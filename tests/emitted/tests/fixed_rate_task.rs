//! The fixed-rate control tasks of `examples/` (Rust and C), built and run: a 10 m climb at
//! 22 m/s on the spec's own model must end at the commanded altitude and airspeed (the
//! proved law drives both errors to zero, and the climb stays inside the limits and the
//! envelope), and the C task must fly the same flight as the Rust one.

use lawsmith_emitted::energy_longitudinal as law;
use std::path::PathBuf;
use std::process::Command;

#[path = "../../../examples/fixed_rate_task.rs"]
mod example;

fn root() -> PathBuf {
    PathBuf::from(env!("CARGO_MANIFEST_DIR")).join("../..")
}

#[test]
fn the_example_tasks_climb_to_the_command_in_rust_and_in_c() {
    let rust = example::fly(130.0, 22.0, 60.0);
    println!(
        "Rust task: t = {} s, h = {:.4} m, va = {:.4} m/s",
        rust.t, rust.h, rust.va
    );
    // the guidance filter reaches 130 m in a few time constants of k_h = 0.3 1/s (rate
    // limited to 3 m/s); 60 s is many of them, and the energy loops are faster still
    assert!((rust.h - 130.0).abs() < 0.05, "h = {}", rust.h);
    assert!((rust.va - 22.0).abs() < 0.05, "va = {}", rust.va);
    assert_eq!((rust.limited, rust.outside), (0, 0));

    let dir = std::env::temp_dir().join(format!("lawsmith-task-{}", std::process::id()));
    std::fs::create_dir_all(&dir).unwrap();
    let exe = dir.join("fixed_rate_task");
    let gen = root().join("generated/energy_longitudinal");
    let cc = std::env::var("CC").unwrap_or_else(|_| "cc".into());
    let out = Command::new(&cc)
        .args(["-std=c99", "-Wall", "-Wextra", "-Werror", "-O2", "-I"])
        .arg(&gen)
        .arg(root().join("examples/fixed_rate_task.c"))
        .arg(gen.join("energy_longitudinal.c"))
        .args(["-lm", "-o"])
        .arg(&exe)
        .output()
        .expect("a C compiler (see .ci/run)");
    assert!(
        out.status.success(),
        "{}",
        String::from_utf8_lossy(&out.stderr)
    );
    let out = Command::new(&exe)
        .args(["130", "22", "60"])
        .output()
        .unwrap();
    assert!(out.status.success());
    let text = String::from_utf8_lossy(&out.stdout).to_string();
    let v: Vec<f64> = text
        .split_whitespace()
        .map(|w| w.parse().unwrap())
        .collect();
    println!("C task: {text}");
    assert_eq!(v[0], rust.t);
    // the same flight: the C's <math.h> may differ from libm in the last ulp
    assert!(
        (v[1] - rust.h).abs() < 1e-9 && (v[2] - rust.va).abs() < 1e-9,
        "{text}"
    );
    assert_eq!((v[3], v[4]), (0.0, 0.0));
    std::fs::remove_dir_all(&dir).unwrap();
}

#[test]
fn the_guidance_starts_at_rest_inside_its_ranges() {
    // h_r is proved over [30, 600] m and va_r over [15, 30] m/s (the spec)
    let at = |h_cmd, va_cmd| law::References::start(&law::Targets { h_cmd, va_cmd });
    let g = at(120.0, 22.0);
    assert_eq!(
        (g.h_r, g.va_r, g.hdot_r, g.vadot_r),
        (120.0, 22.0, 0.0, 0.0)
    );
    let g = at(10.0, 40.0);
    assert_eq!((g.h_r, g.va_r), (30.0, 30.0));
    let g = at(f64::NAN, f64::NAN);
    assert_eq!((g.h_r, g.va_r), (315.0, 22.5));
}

^^^^^^^^^^^^^^^^

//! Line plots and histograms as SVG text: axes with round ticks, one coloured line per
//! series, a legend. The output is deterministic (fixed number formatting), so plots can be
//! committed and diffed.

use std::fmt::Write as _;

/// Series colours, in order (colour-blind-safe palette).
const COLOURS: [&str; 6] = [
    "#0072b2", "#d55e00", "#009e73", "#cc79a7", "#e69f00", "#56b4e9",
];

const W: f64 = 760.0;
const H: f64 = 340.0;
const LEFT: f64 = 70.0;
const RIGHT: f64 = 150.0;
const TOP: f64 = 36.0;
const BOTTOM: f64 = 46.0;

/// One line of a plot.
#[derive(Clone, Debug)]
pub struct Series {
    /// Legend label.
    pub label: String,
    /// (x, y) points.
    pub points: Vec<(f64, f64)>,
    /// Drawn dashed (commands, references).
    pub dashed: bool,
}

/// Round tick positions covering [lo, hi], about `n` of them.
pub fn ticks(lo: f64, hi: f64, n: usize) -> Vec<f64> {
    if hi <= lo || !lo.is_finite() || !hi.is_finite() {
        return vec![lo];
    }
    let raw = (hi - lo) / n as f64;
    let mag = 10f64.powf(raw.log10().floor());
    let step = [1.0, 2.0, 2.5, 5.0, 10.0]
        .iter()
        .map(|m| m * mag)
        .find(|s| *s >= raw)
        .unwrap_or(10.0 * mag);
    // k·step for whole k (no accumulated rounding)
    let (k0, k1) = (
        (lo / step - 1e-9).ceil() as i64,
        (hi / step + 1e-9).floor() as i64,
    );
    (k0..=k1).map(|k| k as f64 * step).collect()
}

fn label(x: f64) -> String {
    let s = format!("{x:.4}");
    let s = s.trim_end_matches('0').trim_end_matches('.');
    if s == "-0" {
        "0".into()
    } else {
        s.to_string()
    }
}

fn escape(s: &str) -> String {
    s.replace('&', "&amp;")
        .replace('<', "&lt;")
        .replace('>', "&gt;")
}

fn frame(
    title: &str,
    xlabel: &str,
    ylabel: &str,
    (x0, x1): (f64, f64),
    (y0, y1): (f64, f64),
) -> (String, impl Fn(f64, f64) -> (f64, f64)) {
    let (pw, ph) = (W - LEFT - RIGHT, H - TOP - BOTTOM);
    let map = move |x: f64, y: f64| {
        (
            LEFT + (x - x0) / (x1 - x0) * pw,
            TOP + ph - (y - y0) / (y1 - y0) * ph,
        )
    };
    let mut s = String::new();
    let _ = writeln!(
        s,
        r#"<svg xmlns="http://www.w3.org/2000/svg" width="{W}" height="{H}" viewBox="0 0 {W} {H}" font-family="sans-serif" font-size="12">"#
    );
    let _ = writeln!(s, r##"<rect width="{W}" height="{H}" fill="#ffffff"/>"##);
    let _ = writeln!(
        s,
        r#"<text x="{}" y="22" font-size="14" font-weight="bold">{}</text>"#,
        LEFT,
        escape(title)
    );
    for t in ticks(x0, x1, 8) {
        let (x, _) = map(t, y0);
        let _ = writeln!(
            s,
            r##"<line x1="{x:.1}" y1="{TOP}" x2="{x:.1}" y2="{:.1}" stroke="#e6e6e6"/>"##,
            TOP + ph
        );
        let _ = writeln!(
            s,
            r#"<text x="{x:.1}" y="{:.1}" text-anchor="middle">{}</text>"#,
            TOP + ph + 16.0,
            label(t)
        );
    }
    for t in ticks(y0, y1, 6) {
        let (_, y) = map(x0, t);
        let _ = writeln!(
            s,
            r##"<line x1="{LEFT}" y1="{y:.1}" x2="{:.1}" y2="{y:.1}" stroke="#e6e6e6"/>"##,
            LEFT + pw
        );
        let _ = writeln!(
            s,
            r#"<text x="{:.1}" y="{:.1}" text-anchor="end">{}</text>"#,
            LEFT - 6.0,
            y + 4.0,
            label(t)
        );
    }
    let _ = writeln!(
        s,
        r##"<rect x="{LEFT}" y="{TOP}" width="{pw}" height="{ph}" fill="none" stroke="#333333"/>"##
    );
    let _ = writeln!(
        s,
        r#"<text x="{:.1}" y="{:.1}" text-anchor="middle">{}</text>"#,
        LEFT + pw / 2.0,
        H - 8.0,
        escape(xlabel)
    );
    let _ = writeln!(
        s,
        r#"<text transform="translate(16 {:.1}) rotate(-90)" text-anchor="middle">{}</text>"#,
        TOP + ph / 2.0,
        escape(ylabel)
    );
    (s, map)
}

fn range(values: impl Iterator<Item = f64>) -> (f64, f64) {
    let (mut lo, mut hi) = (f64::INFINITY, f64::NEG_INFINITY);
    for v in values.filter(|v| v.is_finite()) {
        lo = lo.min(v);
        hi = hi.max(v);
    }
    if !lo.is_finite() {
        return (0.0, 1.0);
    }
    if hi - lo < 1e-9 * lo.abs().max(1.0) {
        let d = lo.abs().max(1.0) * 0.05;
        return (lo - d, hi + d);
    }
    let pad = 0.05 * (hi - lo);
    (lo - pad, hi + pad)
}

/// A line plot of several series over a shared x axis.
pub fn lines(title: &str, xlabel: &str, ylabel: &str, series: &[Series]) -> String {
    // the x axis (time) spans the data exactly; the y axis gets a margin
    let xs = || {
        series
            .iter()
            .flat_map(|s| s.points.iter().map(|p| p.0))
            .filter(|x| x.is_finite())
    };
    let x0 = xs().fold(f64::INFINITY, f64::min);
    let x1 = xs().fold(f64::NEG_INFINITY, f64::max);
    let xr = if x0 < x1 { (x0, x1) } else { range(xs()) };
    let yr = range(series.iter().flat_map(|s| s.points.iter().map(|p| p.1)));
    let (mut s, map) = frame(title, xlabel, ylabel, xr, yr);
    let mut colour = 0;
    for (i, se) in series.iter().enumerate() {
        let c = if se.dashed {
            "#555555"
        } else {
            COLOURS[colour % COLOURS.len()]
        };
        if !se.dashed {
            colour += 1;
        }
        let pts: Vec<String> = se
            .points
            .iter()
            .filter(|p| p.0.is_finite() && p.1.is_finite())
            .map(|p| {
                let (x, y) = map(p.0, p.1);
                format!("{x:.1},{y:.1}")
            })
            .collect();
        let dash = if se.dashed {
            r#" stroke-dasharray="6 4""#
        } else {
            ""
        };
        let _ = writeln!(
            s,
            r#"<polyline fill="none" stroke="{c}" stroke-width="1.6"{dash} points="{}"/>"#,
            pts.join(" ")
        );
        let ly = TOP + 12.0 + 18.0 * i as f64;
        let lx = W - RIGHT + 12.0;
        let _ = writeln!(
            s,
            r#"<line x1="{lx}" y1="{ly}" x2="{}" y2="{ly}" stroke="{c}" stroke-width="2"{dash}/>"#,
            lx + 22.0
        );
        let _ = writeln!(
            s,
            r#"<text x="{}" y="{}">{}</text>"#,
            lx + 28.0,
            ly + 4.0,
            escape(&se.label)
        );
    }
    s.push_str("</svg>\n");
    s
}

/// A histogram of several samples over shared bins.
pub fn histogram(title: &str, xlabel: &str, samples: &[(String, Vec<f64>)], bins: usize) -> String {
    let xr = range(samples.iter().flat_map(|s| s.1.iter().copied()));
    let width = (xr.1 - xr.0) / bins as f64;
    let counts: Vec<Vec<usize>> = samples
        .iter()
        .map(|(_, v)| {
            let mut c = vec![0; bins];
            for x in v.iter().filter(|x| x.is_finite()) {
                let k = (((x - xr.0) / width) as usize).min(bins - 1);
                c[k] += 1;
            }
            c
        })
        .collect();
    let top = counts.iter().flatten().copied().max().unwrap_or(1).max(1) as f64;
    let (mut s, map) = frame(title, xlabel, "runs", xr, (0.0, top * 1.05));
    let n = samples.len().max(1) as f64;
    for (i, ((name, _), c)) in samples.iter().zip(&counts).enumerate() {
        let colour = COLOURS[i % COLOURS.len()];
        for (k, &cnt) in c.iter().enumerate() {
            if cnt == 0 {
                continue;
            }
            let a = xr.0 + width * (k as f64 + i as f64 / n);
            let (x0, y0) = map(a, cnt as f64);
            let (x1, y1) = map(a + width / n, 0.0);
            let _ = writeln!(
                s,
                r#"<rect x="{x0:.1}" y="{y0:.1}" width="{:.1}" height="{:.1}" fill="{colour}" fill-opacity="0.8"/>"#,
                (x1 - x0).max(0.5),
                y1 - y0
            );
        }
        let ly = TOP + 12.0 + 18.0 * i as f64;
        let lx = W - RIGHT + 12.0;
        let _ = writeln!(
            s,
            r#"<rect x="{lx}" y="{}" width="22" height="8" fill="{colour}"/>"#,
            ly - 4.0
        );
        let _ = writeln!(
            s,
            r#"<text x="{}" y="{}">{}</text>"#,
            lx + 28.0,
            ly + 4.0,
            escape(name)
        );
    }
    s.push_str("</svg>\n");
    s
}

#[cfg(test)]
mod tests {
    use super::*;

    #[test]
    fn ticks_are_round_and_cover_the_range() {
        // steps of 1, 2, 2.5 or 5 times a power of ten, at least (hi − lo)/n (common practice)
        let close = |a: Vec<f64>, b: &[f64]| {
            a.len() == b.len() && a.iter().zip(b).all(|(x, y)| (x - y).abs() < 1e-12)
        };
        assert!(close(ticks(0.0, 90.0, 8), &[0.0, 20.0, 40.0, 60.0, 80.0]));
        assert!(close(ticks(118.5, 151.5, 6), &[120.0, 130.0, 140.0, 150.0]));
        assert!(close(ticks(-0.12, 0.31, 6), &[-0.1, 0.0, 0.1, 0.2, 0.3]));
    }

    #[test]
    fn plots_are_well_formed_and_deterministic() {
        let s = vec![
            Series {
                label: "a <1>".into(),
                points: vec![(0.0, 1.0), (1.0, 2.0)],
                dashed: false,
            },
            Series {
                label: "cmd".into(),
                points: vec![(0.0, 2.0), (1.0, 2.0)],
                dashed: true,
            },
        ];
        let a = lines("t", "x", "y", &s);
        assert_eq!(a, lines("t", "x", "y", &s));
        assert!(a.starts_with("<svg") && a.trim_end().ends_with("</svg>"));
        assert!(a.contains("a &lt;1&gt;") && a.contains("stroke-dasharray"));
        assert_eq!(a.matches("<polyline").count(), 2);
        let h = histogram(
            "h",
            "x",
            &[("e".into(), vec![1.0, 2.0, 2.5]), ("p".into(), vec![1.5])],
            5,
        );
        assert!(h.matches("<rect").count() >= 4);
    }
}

^^^^^^^^^^^^^^^^

From the line holding "let xr = range(samples.iter().flat_map(|s|" to the line holding "let mut c = vec![0; bins];", inclusive, restate each line above exactly as written.

    let xr = range(samples.iter().flat_map(|s| s.1.iter().copied()));
    let width = (xr.1 - xr.0) / bins as f64;
    let counts: Vec<Vec<usize>> = samples
        .iter()
        .map(|(_, v)| {
            let mut c = vec![0; bins];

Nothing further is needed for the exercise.